With some inner strength, a corsair born of wind, Celæno fought back with talons superior to el tigre's
claws and teeth. Feeling a sharp pain in her right wing, she exploded with rage and faced the cat head on, her eyes
glowing with hatred and fury. Issuing a banshee shriek that filled the valley, she tore its left eye from the socket, and
with it a shredded piece of ear. The jaguar feinted timorously twice more, and retreated into the brush, while the eagle
pulled herself behind a tree, and when night fell discovered she could no longer fly. Thus hobbled and bloodied,
Celæno welcomed death there on the valley floor. She felt the sting of ants piercing her skin and flesh, the crawling
gnaw of beetles into her body. The end was nigh.
Above, the sky began to lighten when she heard voices in the distance. Now too weak to struggle, she lay
prone, still awaiting death, expecting it. The din became louder and she heard a rustle and opened one black eye. A
strange creature bent down and examined her: "Morales. Morales, come here and look closely at this bird? This bird
is strange here. I believe it still breathes, no?"
"The bird still breathes, Senhor Ricardo. I see that clearly."

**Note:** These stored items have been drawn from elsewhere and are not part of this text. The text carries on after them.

impl GrownVeins<'_> {
    /// Whether `node`'s downstream segment conducts (false for a root).
    fn conducts_below(&self, node: usize) -> bool {
        let segment = self.topology.segment_of[node];
        segment != NO_PARENT && self.conducts.get(segment as usize).copied().unwrap_or(true)
    }

    fn point(&self, node: usize) -> (f64, f64) {
        (self.network.nodes[node].x, self.network.nodes[node].y)
    }

    fn distance(&self, a: usize, b: usize) -> f64 {
        let (p, q) = (self.point(a), self.point(b));
        crate::fast_libm::hypot(p.0 - q.0, p.1 - q.1)
    }
}

/// Where a loop pass stands after a call.
#[derive(Clone, Copy, Debug, PartialEq, Eq)]
pub struct LoopProgress {
    /// The level being closed, 0 the coarsest (the last, `levels - 1`, once done).
    pub level: u32,
    /// How many levels the pass closes (`loop_levels + 1`).
    pub levels: u32,
    /// Free ends of this level settled so far (joined, or given up for this level).
    pub ends_done: usize,
    /// Free ends this level started with.
    pub ends: usize,
    /// Loops closed so far (new segments), all levels.
    pub loops: usize,
    /// Work so far, in the units `LoopClosing::advance` counts.
    pub work: u64,
    /// Whether the pass has ended.
    pub done: bool,
}

/// The work for a caller's next `advance`, from the last call's `work` and the milliseconds it
/// took: halved when the call took more than an eighth of `budget_ms`, doubled when it took
/// less than a thirty-second, between 64 and 2^22 units, so a caller looking at its clock
/// between calls ends within about an eighth of its budget past it (plus at most one piece)
/// and looks at its clock a few dozen times a budget (common practice for bounded work
/// slices, no source).
pub fn next_part_size(work: usize, took_ms: f64, budget_ms: f64) -> usize {
    if took_ms > budget_ms / 8.0 {
        (work / 2).max(64)
    } else if took_ms < budget_ms / 32.0 {
        (work * 2).min(1 << 22)
    } else {
        work.max(64)
    }
}

/// Grid items (vein nodes or segments) one piece of the set-up puts in: about a
/// millisecond's work in the browser.
const GRID_ITEMS_PER_PIECE: usize = 4096;

/// One possible join of a tip.
#[derive(Clone, Copy, Debug)]
struct Candidate {
    /// Length of the new wall: chain up to `u`, the new segment, chain from `v` to `anchor`.
    wall: f64,
    u: u32,
    v: u32,
    anchor: u32,
}

/// A candidate join by its ends, anchor and wall length (bits): equal keys, equal checks.
type CandidateKey = (u32, u32, u32, u64);

impl Candidate {
    fn key(&self) -> CandidateKey {
        (self.u, self.v, self.anchor, self.wall.to_bits())
    }
}

/// A tip's join offered to the closed face it hangs in (`nest`).
#[derive(Clone, Copy, Debug)]
struct Offer {
    /// The face (index into the traced faces).
    face: usize,
    tip: u32,
    join: Candidate,
    /// The way round from the tip to the join's anchor, up to half the face's boundary.
    score: f64,
    /// How many new segments there were when the offer was made.
    links_before: usize,
    /// The flow the new wall is drawn with: the tip's, at most `FINER_WALL_SHARE` of the
    /// thinnest wall of the face.
    flow: f64,
}

/// With `nest`, the faces of a round: their figures, per pending tip its face among them,
/// and per face how many pending tips hang in it.
type RoundFaces = (Vec<FaceFigures>, Vec<Option<u32>>, Vec<u32>);

/// The next piece of work.
#[derive(Clone, Copy, Debug, PartialEq, Eq)]
enum Stage {
    /// Put the vein nodes and segments into the grids, from this item on.
    Grids(usize),
    /// Find the free ends of `level`.
    Level,
    /// Trace the faces the pending free ends hang in (with `nest`) and start a round.
    Round,
    /// Examine the pending free end at this index.
    Tips(usize),
    /// Check the offer at this index (with `nest`, after every pending end has offered).
    Offers(usize),
    Done,
}

/// The loop pass in progress (see `close_loops` for the rule): the levels, the free ends still
/// to examine, the rounds and offers of `nest`, the search grids, the A* search and the
/// rotation system, kept between calls.
pub struct LoopClosing {
    rule: LoopRule,
    out: Reconnection,
    stage: Stage,
    /// The level being closed.
    level: u32,
    /// How far a tip's candidates reach up its veins at this level.
    reach: f64,
    /// The first level whose network holds each node (`levels + 1` for none).
    level_of: Vec<u32>,
    /// Longest new segment.
    gap: f64,
    /// Vein nodes, by position.
    nodes_grid: Grid,
    /// The vein nodes in node order, until they are in `nodes_grid`.
    vein_nodes: Vec<u32>,
    /// The conducting tree segments, then the new ones.
    segments: Vec<(u32, u32)>,
    tree_count: usize,
    /// Each segment in every cell its bounding box covers.
    segment_grid: Grid,
    /// With `nest`: every node's position, and the neighbours of each in angular order.
    positions: Vec<(f64, f64)>,
    rotation: Option<RotationSystem>,
    /// Per node: the index of its downstream segment in `segments` (for `nest`).
    tree_segment_of: Vec<u32>,
    /// With `arches`: paths along the tree.
    tree_paths: Option<TreePaths>,
    linked: Vec<Vec<u32>>,
    in_loop: Vec<bool>,
    search: PathSearch,
    candidates: Vec<Candidate>,
    /// With `nest`, per tip: the candidates that failed when it last offered a join within
    /// this level. Within a level segments and ways round are only ever added, so a join that
    /// crossed a segment still crosses it, and a way round shorter than the bound stays so;
    /// such candidates fail again without being checked.
    failed: Vec<Vec<CandidateKey>>,
    failed_before: Vec<CandidateKey>,
    stack: Vec<(u32, f64)>,
    /// The free ends this level started with.
    ends: usize,
    /// The free ends of this round.
    pending: Vec<u32>,
    faces: Option<RoundFaces>,
    offers: Vec<Offer>,
    /// Per offer, whether its face takes it.
    taken: Vec<bool>,
    /// The free ends whose offers were not taken: the next round's.
    deferred: Vec<u32>,
    /// Work so far other than the searches' (`PathSearch::visits`): one per piece, one per
    /// node a candidate walk takes or looks at, one per eight nodes a level's set-up scans.
    work: u64,
}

"We shall take it back to the house."
"You wish to take it home with you?"
"I have not seen one like this before. We shall get a look at it." Thus they carried Celæno to the balcony
which became her home, her healing base. There, as her young bones knitted, she returned to flight, hunting once
more, fetching animals and fish to share with Ricardo, like the durukuli monkey he dismembered and cooked with
eggplant. Ricardo, her medic, her friend, her compatriot. Ricardo, the senõr, the patron. Her mate.
And then came the crystal haired one reminiscent of Okypete, her lost sister. She arrived with her chatter
and laughter, frequently preoccupying Ricardo. Feathers ruffed in anger, Celæno viewed their embrace. Ricardo
favored this new one, and thus the bird tactfully tolerated her presence at El Raptor. Though increasingly unpleased,
she did not respond well to this conflicting challenge, and so sulkingly forayed further into the jungle, down into
ponds and waterfalls to fish. To maraud. To raid and kill. And with each execution she pictured an image: the painted
face, the throat of that one named Linda, ripped, bursting into a fountain of scarlet beneath her talons.
When it came to pass that yet another such, Loretta, had made its presence known upon her balcony, fear
became panic. She barely restrained her fury, awaiting an opportunity to scourge the home of intruders. Thus she
gripped the rail, hoping and watching.
While her eyes glowed like ruby firebrands from Hell.